Short term mortality in stroke patients
Measured Factor Detail
Modified SOAR score is a prognosis tool used to estimate the short term mortality in stroke inpatients. It takes into accouint 5 varibales which include stroke type, age, stroke severity (NIHSS score), Premorbid functional status and Oxfordshire community stroke project (OCSP) classification.

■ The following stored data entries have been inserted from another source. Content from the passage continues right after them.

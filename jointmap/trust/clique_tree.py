"""The square root of the information matrix as flat arrays, without GTSAM objects.

Layout. Cliques are numbered in depth-first order, parents before children. Clique ``c`` owns the
keys ``keys[key_start[c]:key_start[c + 1]]``, its ``frontals[c]`` frontal keys first, and the dense
panel ``[R T]`` (rows: frontal scalars; columns: frontal then separator scalars, row by row) at
``panel[panel_start[c]:panel_start[c + 1]]``. Scalars are numbered key by key: key ``k`` owns
``offset[k] .. offset[k] + dims[k] - 1``, whatever the elimination order.
"""

from __future__ import annotations

from collections.abc import Mapping
from dataclasses import dataclass, field, fields
from typing import Any

import numpy as np
from numpy.typing import ArrayLike, NDArray

from jointmap.trust import kernels

Floats = NDArray[np.float64]
Ints = NDArray[np.int64]


@dataclass(frozen=True)
class CliqueTree:
    """Cliques of an eliminated linear system (see the module's text for the layout).

    Parameters
    ----------
    dims : (n,) int
        Tangent dimension of every key.
    parent : (C,) int
        Parent of every clique, -1 for a root; smaller than the clique's own number.
    key_start : (C + 1,) int
    keys : (sum,) int
    frontals : (C,) int
        Number of frontal keys.
    panel_start : (C + 1,) int
    panel : (sum,) float
        ``[R T]`` of every clique, row by row; below R's diagonal anything may stand.

    Attributes
    ----------
    offset : (n + 1,) int
        First scalar of every key.
    rows : (C,) int
        Number of frontal scalars.
    column_start, columns : (C + 1,) and (sum,) int
        The scalars of every clique, frontal ones first.
    clique_of, row_of : (n,) int
        Clique in which a key is frontal (-1: the tree does not hold it) and its first row there.
    """

    dims: Ints
    parent: Ints
    key_start: Ints
    keys: Ints
    frontals: Ints
    panel_start: Ints
    panel: Floats
    offset: Ints = field(init=False, repr=False)
    rows: Ints = field(init=False, repr=False)
    column_start: Ints = field(init=False, repr=False)
    columns: Ints = field(init=False, repr=False)
    clique_of: Ints = field(init=False, repr=False)
    row_of: Ints = field(init=False, repr=False)

    def __post_init__(self) -> None:
        size = self.dims[self.keys]
        ends = np.concatenate([[0], np.cumsum(size)])
        column_start = ends[self.key_start]
        first = self.key_start[:-1]
        rows = ends[first + self.frontals] - ends[first]
        offset = np.concatenate([[0], np.cumsum(self.dims)])
        columns = np.repeat(offset[self.keys] - ends[:-1], size) + np.arange(ends[-1])
        clique_of = np.full(len(self.dims), -1, np.int64)
        frontal = np.repeat(first, self.frontals) + _ramp(self.frontals)
        clique_of[self.keys[frontal]] = np.repeat(np.arange(len(first)), self.frontals)
        row_of = np.zeros(len(self.dims), np.int64)
        row_of[self.keys[frontal]] = ends[frontal] - np.repeat(column_start[:-1], self.frontals)
        derived = {
            "offset": offset,
            "rows": rows,
            "column_start": column_start,
            "columns": columns,
            "clique_of": clique_of,
            "row_of": row_of,
        }
        for name, value in derived.items():
            object.__setattr__(self, name, value)
        for each in fields(self):
            getattr(self, each.name).flags.writeable = False

    @property
    def n_scalars(self) -> int:
        """Number of scalar unknowns, those of keys outside the tree included."""
        return int(self.dims.sum())

    @classmethod
    def from_columns(
        cls,
        dims: ArrayLike,
        parent: Ints,
        sizes: Ints,
        keys: Ints,
        rows: Ints,
        values: Floats,
    ) -> CliqueTree:
        """Build from panels that are stored column by column, as GTSAM stores them.

        Parameters
        ----------
        sizes, rows : (C,) int
            Number of keys and of panel rows of every clique.
        values : (sum,) float
            The panels ``[R T]``, column-major.
        """
        dim = np.array(dims, np.int64)
        key_start = np.concatenate([[0], np.cumsum(sizes)])
        ends = np.concatenate([[0], np.cumsum(dim[keys])])
        width = np.diff(ends[key_start])
        panel_start = np.concatenate([[0], np.cumsum(rows * width)])
        if panel_start[-1] != len(values):
            raise ValueError("the dimensions of the keys do not fit the panels of the Bayes tree")
        depth = ends[1:] - np.repeat(ends[key_start[:-1]], sizes)
        inside = depth <= np.repeat(rows, sizes)
        frontals = np.zeros(len(sizes), np.int64)
        np.add.at(frontals, np.repeat(np.arange(len(sizes)), sizes), inside)
        panel = kernels.row_major(values, panel_start, rows, width)
        return cls(dim, parent, key_start, keys, frontals, panel_start, panel)

    def weakest_pivot(self) -> tuple[int, float]:
        """Key with the smallest pivot, and the pivot as a share of that scalar's information.

        The share ``R_ii^2 / H_ii`` is one minus the squared multiple correlation of the scalar
        with everything eliminated after it; it vanishes where the system is singular.
        """
        if not len(self.keys):
            return -1, 1.0
        pivot, information = kernels.pivots(
            self.panel, self.panel_start, self.rows, self.column_start, self.columns, self.n_scalars
        )
        held = np.flatnonzero(np.repeat(self.clique_of >= 0, self.dims))
        share = pivot[held] / np.maximum(information[held], np.finfo(np.float64).tiny)
        at = int(np.argmin(share))  # a NaN counts as the smallest
        worst = held[at]
        return int(np.searchsorted(self.offset, worst, side="right") - 1), float(share[at])

    def to_arrays(self) -> dict[str, Any]:
        """The arrays to store (``numpy.savez`` without pickle)."""
        return {f.name: getattr(self, f.name) for f in fields(self) if f.init}

    @classmethod
    def from_arrays(cls, arrays: Mapping[str, Any]) -> CliqueTree:
        """Read back what :meth:`to_arrays` gave."""
        return cls(**{f.name: np.array(arrays[f.name]) for f in fields(cls) if f.init})


def _ramp(counts: Ints) -> Ints:
    """0 .. counts[0]-1, 0 .. counts[1]-1, …"""
    ends = np.cumsum(counts)
    return np.arange(ends[-1] if len(ends) else 0) - np.repeat(ends - counts, counts)
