"""Solution -> uncertainty: covariances, redundancy, noise components, datum, trust."""
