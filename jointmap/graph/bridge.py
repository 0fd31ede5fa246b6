"""Full-rate trajectory between solved keyframes: the odometry, bent to meet them.

Notes
-----
Between keyframes i and j the odometry is a random walk with independent increments. With ``D`` the
motion since i by odometry, ``M`` its accumulated covariance in the tangent of i (a sum over rows),
``D_j`` and ``M_j`` the same at j, and the correction ``r = log((T_i^-1 T_j) D_j^-1)`` in the tangent
of i, the walk that is known to end at ``T_j`` has at any instant between the mean

    T = T_i exp(M M_j^-1 r) D,

and, in the tangent of i, the covariance ``M - M M_j^-1 M``: the conditional of a Gaussian, as in a
Brownian bridge with M in the place of time. The errors of the two keyframes are carried along: with
J the left Jacobian at ``M M_j^-1 r``, J_r the one at r, B the adjoint of ``T_i^-1 T_j``, V its
inverse,

    d = d_i + J M M_j^-1 J_r^-1 B (d_j - V d_i).

Both parts are of first order in errors (J by ``I + ad / 2``, J_r likewise); the mean is exact at
the keyframes. Before the first, after the last keyframe and on the far sides of a cut the odometry
is extrapolated, its covariance growing away from the keyframe.
"""

from __future__ import annotations

from collections.abc import Sequence
from dataclasses import dataclass

import numpy as np
from numpy.typing import ArrayLike, NDArray

from jointmap import frames
from jointmap.graph.bend import evaluate
from jointmap.graph.intervals import PLANAR, Cumulative, Gaps, cumulative, find_gaps, from_seven
from jointmap.graph.odometry import moment_covariance, walk_increments
from jointmap.graph.rownoise import RowNoise, stated_noise
from jointmap.graph.spans import MARGIN_S, SolvedKeyframes, Spans, find_stretches, make_spans
from jointmap.ingest.survey import Odometry

__all__ = ["MARGIN_S", "Bridge", "Bridged", "SolvedKeyframes", "bridge", "prepare_bridge"]

Floats = NDArray[np.float64]
Ints = NDArray[np.int64]
Bools = NDArray[np.bool_]

#: Standard deviations per square root of a second that every walk has: they decide how a correction
#: is spread where the noise model has none (a robot at rest), and are too small to matter elsewhere.
FLOOR_TRANSLATION, FLOOR_ROTATION = 1e-6, 1e-7
#: Stamps handled at once, so that temporary matrices stay small.
_CHUNK = 65_536


@dataclass(frozen=True)
class Bridged:
    """Poses (Q, *shape) at stamps ``t_s`` (Q,), covariance (Q, dof, dof) of the body tangent."""

    t_s: Floats
    poses: Floats
    covariance: Floats


@dataclass(frozen=True)
class _Walker:
    """Odometry with the noise in force, asked for motion and noise since restarts."""

    made: Cumulative
    gaps: Gaps
    noise: RowNoise
    per_piece: Floats

    def __call__(self, stamps: Floats, restart: Bools) -> tuple[Floats, Floats, Floats]:
        """Motion (Q, 7), moments (Q, 2, 11) by model and without it, rows' own noise."""
        pose, moments, stated, _, _ = walk_increments(
            self.made, stamps, restart, self.gaps, self.per_piece, self.noise
        )
        return pose, moments, stated


@dataclass(frozen=True)
class Bridge:
    """A robot's solved keyframes and odometry, ready to be asked at any stamp.

    ``bounds`` (S+1,) seconds of the stretches, ``stated`` (S,) whether their rows' own noise is in
    force, ``spans`` their rules, ``base`` (S, 7) the poses of these as rows.
    """

    walker: _Walker
    bounds: Floats
    stated: Bools
    spans: Spans
    base: Floats

    @property
    def dimension(self) -> int:
        """2 or 3."""
        return self.walker.made.dimension

    def at(self, t_query: ArrayLike) -> Bridged:
        """Poses and covariances at stamps (Q,) in any order.

        NaN further than MARGIN_S outside both odometry and keyframes.
        """
        t = np.asarray(t_query, dtype=np.float64)
        group = frames.group(self.dimension)
        order = np.argsort(t, kind="stable")
        poses = np.full((len(t), *group.shape), np.nan)
        covariance = np.full((len(t), group.dof, group.dof), np.nan)
        span = np.searchsorted(self.bounds, t, side="right") - 1
        order = order[(t[order] >= self.bounds[0]) & (t[order] < self.bounds[-1])]
        for lo in range(0, len(order), _CHUNK):
            rows = order[lo : lo + _CHUNK]
            poses[rows], covariance[rows] = self._chunk(t[rows], span[rows])
        return Bridged(t, poses, covariance)

    def _chunk(self, t: Floats, span: Ints) -> tuple[Floats, Floats]:
        """Poses and covariances at increasing stamps within ``span``."""
        bounds = self.bounds[span[0] : span[-1] + 1]
        stamps = np.concatenate([bounds, t])
        order = np.argsort(stamps, kind="stable")
        restart = order < len(bounds)
        motion, moments, stated = self.walker(stamps[order], restart)
        asked = ~restart
        s, dof = self.spans, frames.group(self.dimension).dof
        poses, covariance = np.empty((len(t), 7)), np.empty((len(t), dof, dof))
        evaluate(
            span,
            motion[asked],
            moments[asked],
            stated[asked] if len(stated) else stated,
            self.stated,
            self.base,
            s.root,
            s.sign,
            s.lean,
            s.bend,
            s.tie,
            s.bound,
            poses,
            covariance,
        )
        return from_seven(poses, self.dimension), covariance


def _seven(poses: Floats, dimension: int) -> Floats:
    """Rows ``x y z qx qy qz qw`` (S, 7) of poses, the inverse of ``from_seven``."""
    if dimension == 3:
        return frames.SE3.to_rows(poses)
    out = np.zeros((len(poses), 7))
    out[:, :2] = poses[:, :2]
    out[:, 5], out[:, 6] = np.sin(0.5 * poses[:, 2]), np.cos(0.5 * poses[:, 2])
    return out


def _channels(theta: Floats) -> Floats:
    """Noise per unit of path, turn, time and gap: the model in force, and what rows do not state."""
    out = np.zeros((2, 2, 5))
    out[:, 0, 2], out[:, 1, 2] = FLOOR_TRANSLATION**2, FLOOR_ROTATION**2
    out[:, 0, 3] = out[:, 1, 4] = 1.0
    square = np.asarray(theta, dtype=np.float64) ** 2
    out[0, 0, 0] += square[0]
    out[0, 1, 0] += square[1]
    out[0, 1, 1] += square[2]
    out[0, 0, 2] += square[3]
    out[0, 1, 2] += square[4]
    return out


def prepare_bridge(
    odometry: Odometry,
    t_rows: Floats,
    keyframes: SolvedKeyframes,
    theta: Floats,
    dimension: int,
    translation_scale: float = 1.0,
    rotation_scale: float = 1.0,
    max_gap_s: float | None = None,
    cuts: Sequence[float] = (),
) -> Bridge:
    """Prepare the trajectory of one robot between and around its solved keyframes.

    Parameters
    ----------
    odometry, t_rows, dimension, translation_scale, rotation_scale, max_gap_s
        As in :func:`jointmap.graph.odometry.increments`, with the values that the solution used.
    keyframes : SolvedKeyframes
    theta : (5,)
        Odometry noise in force, in the order of ODOMETRY_TERMS. Pairs of keyframes between which
        every row states its own noise use that instead, as the graph does.
    cuts : sequence of float
        Survey times across which no motion is known.

    Raises
    ------
    SurveyError
        As :func:`jointmap.graph.intervals.cumulative`.
    """
    made = cumulative(odometry, t_rows, dimension, translation_scale, rotation_scale)
    noise = stated_noise(odometry, made.edges, dimension)
    walker = _Walker(made, find_gaps(made, max_gap_s), noise, _channels(theta))
    parts = find_stretches(made, keyframes.t_s, cuts)
    motion, moments, own = walker(parts.bounds, np.ones(len(parts.bounds), dtype=bool))
    m = moment_covariance(moments[1:], dimension)
    stated = np.zeros(len(m), dtype=bool)
    if noise.kind:
        m[:, 1] += own[1:] if dimension == 3 else own[1:][:, PLANAR, :][..., PLANAR]
        stated = np.asarray(np.isfinite(m[:, 1]).all(axis=(1, 2)), dtype=bool)
    m = np.where(stated[:, None, None], m[:, 1], m[:, 0])
    spans = make_spans(keyframes, parts, from_seven(motion[1:], dimension), m, dimension)
    base = _seven(spans.base, dimension)
    return Bridge(walker, parts.bounds, stated, spans, base)


def bridge(
    odometry: Odometry,
    t_rows: Floats,
    keyframes: SolvedKeyframes,
    theta: Floats,
    dimension: int,
    translation_scale: float = 1.0,
    rotation_scale: float = 1.0,
    max_gap_s: float | None = None,
    cuts: Sequence[float] = (),
) -> Bridged:
    """Pose and covariance at every odometry row; parameters as in :func:`prepare_bridge`."""
    ready = prepare_bridge(
        odometry,
        t_rows,
        keyframes,
        theta,
        dimension,
        translation_scale,
        rotation_scale,
        max_gap_s,
        cuts,
    )
    return ready.at(t_rows)
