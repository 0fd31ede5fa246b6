"""Tables of measurements -> blocks of rows with equal kind, robot, sensor and components."""

from __future__ import annotations

from dataclasses import dataclass
from typing import Protocol

import numpy as np
from numpy.typing import NDArray

from jointmap import frames
from jointmap.graph.clock import SurveyClock
from jointmap.graph.keyframes import nearest
from jointmap.graph.motion import Motion
from jointmap.graph.observed import ObservedRows, split_by_components
from jointmap.graph.odometry import dead_reckon
from jointmap.graph.problem import Block, Keyframes, Kind, Tracks, Unusable
from jointmap.graph.tracks import TrackTable
from jointmap.ingest.survey import (
    Closures,
    ControlPoints,
    Fixes,
    Observations,
    Provenance,
    Survey,
)

Floats = NDArray[np.float64]
Ints = NDArray[np.int64]
Bools = NDArray[np.bool_]

#: A measurement may lie this far outside a robot's odometry and is then moved to its end.
OUTSIDE_S = 0.25


class BuilderSettings(Protocol):
    """The part of the build settings that blocks need."""

    @property
    def burst_gap_s(self) -> float:
        """Sightings of one target that follow each other within it are one burst."""

    @property
    def burst_window_s(self) -> float:
        """A burst is cut after this time: errors are taken to be shared no longer."""


class Context(Protocol):
    """What the builder knows when blocks are made."""

    @property
    def survey(self) -> Survey:
        """The survey."""

    @property
    def settings(self) -> BuilderSettings:
        """How it is built."""

    @property
    def clock(self) -> SurveyClock:
        """From log time to survey time."""

    @property
    def motions(self) -> tuple[Motion, ...]:
        """Odometry per robot."""

    @property
    def keyframes(self) -> Keyframes:
        """Chosen instants."""

    @property
    def reckoned(self) -> Floats:
        """Keyframes by odometry alone."""

    def times(self, robot: int, table: Observations) -> Floats:
        """Survey time of a table's rows."""


@dataclass
class Made:
    """Blocks of one table and the rows that none could be made of."""

    blocks: list[Block]
    unusable: list[Unusable]


def take(source: Provenance, rows: Ints | Bools) -> Provenance:
    """Provenance of some rows."""
    return Provenance(source.files, source.file[rows], source.row[rows])


def attach(context: Context, robot: int, t_s: Floats) -> tuple[Ints, Floats, Bools]:
    """Keyframe (n,), motion from it to each instant (n, *shape), and whether odometry reaches it."""
    motion = context.motions[robot]
    group = frames.group(context.survey.dimension)
    index = nearest(context.keyframes, robot, t_s)
    start, stop = motion.span
    reached = (t_s >= start - OUTSIDE_S) & (t_s <= stop + OUTSIDE_S)
    step = group.identity(len(t_s))
    late = np.flatnonzero(np.abs(t_s - context.keyframes.t_s[index]) > 1e-7)
    if len(late):
        there = dead_reckon(
            motion.odometry,
            motion.t_rows,
            t_s[late],
            context.survey.dimension,
            translation_scale=motion.translation_scale,
            rotation_scale=motion.turn_scale,
        )
        step[late] = group.between(context.reckoned[index[late]], there)
    return index, step, reached


def bursts(sensor: Ints, target: Ints, t_s: Floats, gap_s: float, window_s: float) -> Ints:
    """Burst number (n,) of rows: one sensor, one target, no pause longer than ``gap_s``, no longer
    in all than ``window_s``.
    """
    order = np.lexsort((t_s, target, sensor))
    new = np.ones(len(order), dtype=bool)
    if len(order) > 1:
        same = (np.diff(sensor[order]) == 0) & (np.diff(target[order]) == 0)
        new[1:] = ~(same & (np.diff(t_s[order]) <= gap_s))
    run = np.cumsum(new) - 1
    begin = t_s[order][new] if len(order) else t_s
    part = np.floor((t_s[order] - begin[run]) / window_s).astype(np.int64)
    cut = np.ones(len(order), dtype=bool)
    if len(order) > 1:
        cut[1:] = (np.diff(run) != 0) | (np.diff(part) != 0)
    out = np.empty(len(order), dtype=np.int64)
    out[order] = np.cumsum(cut) - 1
    return out


def observation_blocks(
    context: Context, robot: int, table: Observations, keep: Bools, kind: Kind, tracks: TrackTable
) -> Made:
    """Blocks of sightings or encounters of one robot (``keep``: rows the user's masks leave)."""
    survey = context.survey
    names = list(survey.robots)
    log = survey.robots[names[robot]]
    group = frames.group(survey.dimension)
    t_s = context.times(robot, table)
    a, step, reached = attach(context, robot, t_s)
    gap, window = context.settings.burst_gap_s, context.settings.burst_window_s
    burst = bursts(table.sensor, table.target, t_s, gap, window)
    mounts = np.stack([group.from_rows(log.sensors[s].body_T_sensor) for s in table.sensors])
    frame_a = group.compose(step, mounts[table.sensor])
    frame_b = np.broadcast_to(group.identity(1), (len(t_s), *group.shape)).copy()
    other_reached = np.ones(len(t_s), dtype=bool)
    if kind == "sighting":
        b = tracks.track_of(robot, table.targets, table.target, table.t_s)
    else:
        b = np.full(len(t_s), -1, dtype=np.int64)
        for code, other in enumerate(table.targets):
            mine = np.flatnonzero(table.target == code)
            if other not in names or not len(mine):
                continue
            o = names.index(other)
            b[mine], step_b, other_reached[mine] = attach(context, o, t_s[mine])
            point = group.build(
                np.eye(group.dim), np.asarray(survey.robots[other].target_point, dtype=np.float64)
            )
            frame_b[mine] = group.compose(step_b, point)
    made = Made([], [])
    reasons = (
        (~keep, "masked by an edit"),
        (keep & ~reached, "outside the robot's odometry"),
        (keep & reached & ~other_reached, "outside the other robot's odometry"),
    )
    for rows, reason in reasons:
        _drop(made, kind, robot, table, rows, t_s, reason)
    usable = keep & reached & other_reached
    given = {name: sensor.sigma for name, sensor in log.sensors.items()}
    parts = split_by_components(table, usable, survey.dimension, kind, given)
    _drop(made, kind, robot, table, parts.empty, t_s, "no component observed")
    for part in parts.parts:
        made.blocks.append(
            _observation_block(part, kind, robot, table, a, b, frame_a, frame_b, t_s, burst)
        )
        if kind == "sighting":
            tracks.count(b[part.rows], oriented=part.components == ("pose",))
    return made


def _observation_block(
    part: ObservedRows,
    kind: Kind,
    robot: int,
    table: Observations,
    a: Ints,
    b: Ints,
    frame_a: Floats,
    frame_b: Floats,
    t_s: Floats,
    burst: Ints,
) -> Block:
    rows = part.rows
    return Block(
        kind=kind,
        robot=robot,
        sensor=part.sensor,
        components=part.components,
        a=a[rows],
        b=b[rows],
        obs=part.obs,
        frame_a=frame_a[rows],
        frame_b=frame_b[rows],
        sigma=part.sigma,
        covariance=part.covariance,
        odometry_basis=None,
        t_s=t_s[rows],
        source=take(table.source, rows),
        burst=burst[rows],
    )


def _drop(
    made: Made, kind: Kind, robot: int, table: Observations, rows: Bools, t_s: Floats, reason: str
) -> None:
    index = np.flatnonzero(rows)
    if not len(index):
        return
    made.unusable.append(
        Unusable(
            kind=kind,
            robot=robot,
            sensor=tuple(table.sensors[i] for i in table.sensor[index]),
            target=tuple(table.targets[i] for i in table.target[index]),
            t_s=t_s[index],
            source=take(table.source, index),
            reason=reason,
        )
    )


def fix_blocks(context: Context, robot: int, table: Fixes) -> Made:
    """Absolute positions of a robot's antenna."""
    survey = context.survey
    group = frames.group(survey.dimension)
    name = list(survey.robots)[robot]
    log = survey.robots[name]
    t_s = context.clock.survey_time(name, table.t_s)
    a, step, reached = attach(context, robot, t_s)
    antenna = group.build(np.eye(group.dim), np.asarray(log.antenna, dtype=np.float64))
    rows = np.flatnonzero(reached)
    made = Made([], [])
    if len(rows) < len(t_s):
        lost = np.flatnonzero(~reached)
        made.unusable.append(
            Unusable(
                "fix",
                robot,
                ("",) * len(lost),
                ("",) * len(lost),
                t_s[lost],
                take(table.source, lost),
                "outside the robot's odometry",
            )
        )
    if len(rows):
        made.blocks.append(
            Block(
                kind="fix",
                robot=robot,
                sensor="",
                components=("x_m", "y_m", "z_m")[: group.dim],
                a=a[rows],
                b=np.full(len(rows), -1),
                obs=table.position[rows],
                frame_a=group.compose(step, antenna)[rows],
                frame_b=group.identity(1),
                sigma=table.sigma[rows],
                covariance=None,
                odometry_basis=None,
                t_s=t_s[rows],
                source=take(table.source, rows),
                burst=np.arange(len(rows)),
            )
        )
    return made


def gravity_block(context: Context, robot: int) -> Block:
    """Roll and pitch of the odometry as an observation at every keyframe."""
    group = frames.group(3)
    keyframes = context.keyframes
    index = np.arange(keyframes.first[robot], keyframes.first[robot + 1])
    n = len(index)
    source = context.motions[robot].odometry.source
    rows = np.clip(
        np.searchsorted(context.motions[robot].t_rows, keyframes.t_s[index], side="right") - 1,
        0,
        None,
    )
    return Block(
        kind="gravity",
        robot=robot,
        sensor="",
        components=("tilt",),
        a=index,
        b=np.full(n, -1),
        obs=context.reckoned[index],
        frame_a=group.identity(1),
        frame_b=group.identity(1),
        sigma=np.full((n, 2), np.nan),
        covariance=None,
        odometry_basis=None,
        t_s=keyframes.t_s[index],
        source=take(source, rows),
        burst=np.arange(n),
    )


def closure_blocks(context: Context, table: Closures) -> Made:
    """Relative poses between two instants, one block per pair of robots."""
    survey = context.survey
    group = frames.group(survey.dimension)
    names = list(survey.robots)
    code = np.array([names.index(n) if n in names else -1 for n in table.robots], dtype=np.int64)
    ra, rb = code[table.robot_a], code[table.robot_b]
    obs = group.from_rows(table.pose)
    made = Made([], [])
    for pair in np.unique(np.stack([ra, rb], axis=1), axis=0):
        rows = np.flatnonzero((ra == pair[0]) & (rb == pair[1]) & (ra >= 0) & (rb >= 0))
        if not len(rows):
            continue
        t_a = context.clock.survey_time(names[pair[0]], table.t_a_s[rows])
        t_b = context.clock.survey_time(names[pair[1]], table.t_b_s[rows])
        a, step_a, ok_a = attach(context, int(pair[0]), t_a)
        b, step_b, ok_b = attach(context, int(pair[1]), t_b)
        ok = ok_a & ok_b & (a != b)
        lost = np.flatnonzero(~ok)
        if len(lost):
            made.unusable.append(
                Unusable(
                    "closure",
                    int(pair[0]),
                    ("",) * len(lost),
                    (names[pair[1]],) * len(lost),
                    t_a[lost],
                    take(table.source, rows[lost]),
                    "outside the odometry of one of its robots, or both ends at one instant",
                )
            )
        if not ok.any():
            continue
        covariance = table.cov[rows]
        made.blocks.append(
            Block(
                kind="closure",
                robot=int(pair[0]),
                sensor="",
                components=("pose",),
                a=a[ok],
                b=b[ok],
                obs=obs[rows[ok]],
                frame_a=step_a[ok],
                frame_b=step_b[ok],
                sigma=np.full((int(ok.sum()), group.dof), np.nan),
                covariance=group.covariance_from_table(obs[rows[ok]], covariance[ok]),
                odometry_basis=None,
                t_s=t_a[ok],
                source=take(table.source, rows[ok]),
                burst=np.arange(int(ok.sum())),
            )
        )
    return made


def control_block(control: ControlPoints, tracks: Tracks, dimension: int) -> Block:
    """Surveyed coordinates of landmarks."""
    group = frames.group(dimension)
    ids = {name: i for i, name in enumerate(tracks.landmarks)}
    n = len(control.landmarks)
    dim = control.position.shape[1]
    return Block(
        kind="control",
        robot=-1,
        sensor="",
        components=("x_m", "y_m", "z_m")[:dim],
        a=np.full(n, -1),
        b=np.array([ids[name] for name in control.landmarks], dtype=np.int64),
        obs=control.position,
        frame_a=group.identity(1),
        frame_b=group.identity(1),
        sigma=control.sigma,
        covariance=None,
        odometry_basis=None,
        t_s=np.full(n, np.nan),
        source=control.source,
        burst=np.arange(n),
    )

Measured Factor Low Impact
- mSCORE 0 indicates 1% inpatient mortality
Measured Factor High Impact
- A maximum score of 7 indicates inpatient mortality of 49.2%
Does not apply to patients with transient ischemic attack, subarachnoid hemorrhage, or subdural hemorrhage.
Study Validation 1
his study was conducted in order to evaluate the reliability of the modified-SOAR (mSOAR) score in predicting patient disability on discharge. A total of 230 patients were involved in the study and a post post-hoc calculation of mSOAR was calculated using Sentinel Stroke National Audit Programme (SSNAP) data. The mortality rate was 13% and disability was found to be in 57% patients on discharge. With increasing mSOAR score disability on discharge also got worsen significantly. This study concluded that mSOAR score is a great tool in predicting both discharge disability and mortality and can aid in for early discharge decision making.
Study Validation 2
The aim of this study was to determine the improvement in modified Rankin (SOAR) score after including a measure of initial stroke severity (NIHSS). Performance of both SOAR and mSOAR using an independent cohort data was evaluated. A total of 1002 and 1012 patients with stroke were involved in the derivation cohort and validation cohort respectively. In derivation cohort early mortality obtained from the SOAR and mSOAR scores were 0.79 (95% confidence interval, 0.75-0.84) and 0.83 (95% confidence interval, 0.79-0.86), respectively. In validation cohort mortality obtained from the mSOAR scores were 3% to 42%. This study concluded that
With addition of NIHSS data prognostic utility was improved with modified-SOAR score. mSOAR score have better clinical utility in predicting early mortality in stroke patients.
Study Validation 3
The aim of this study was to validate a stroke prognostic scoring system in predicting early mortality and hospital length of stay. Retrospective data from 12,355 patients with stroke was analyzed. An 8 point score was assessed based on multiple logistic regression model. Patient related factors included age, gender, stroke subtype, clinical classification, and prestroke disability. The outcome measures were in-patient and seven-day mortality. Results showed area under the curve values of 0.79 for in-hospital and seven-day mortality and higher score indicated longer stay than in low score with shorter median length stay. This study analysis revealed that this 8 point clinical score is great predictor of acute stroke mortality and length of hospital stay. This prognostic tool can be utilized in providing better service to risk stratify patients with stroke.
Study Additional 1
This study aimed to validate the SOAR and mSOAR in Chinese patients with acute stroke. Discharge mortality and 3-month mortality were the predictors of both the scores. A total 11,073 with acute stroke were recruited in the study. A comparison between SOAR and mSOAR were drawn out by statistical methods. Results showed that with increasing mSOAR and SOAR scores the chance of death risk also increased. . The mSOAR and SOAR scores showed significant association between the predicted and observed probabilities of discharge mortality. Study concluded that mSOAR had a better reliability in predicting the risk of death in Chinese patients with acute stroke.
Study Additional 2
This study aimed at validates the Rankin stroke score, Oxfordshire Community Stroke Project Classification (OCSPC), in predicting inpatient and 7-day mortality from 2008 to 2011 year. A total of 3547 stroke patients (ischemic, 92%) were involved in the study. Results showed that with increasing stroke subtype there was also increment in OCSPC and prestroke Rankin stroke score. Area under the receiver operator curves values for inpatient and 7-day mortality were found to be 0.80 and 0.82, respectively. This study concluded that these score may help in predicting early stroke in various stroke patients.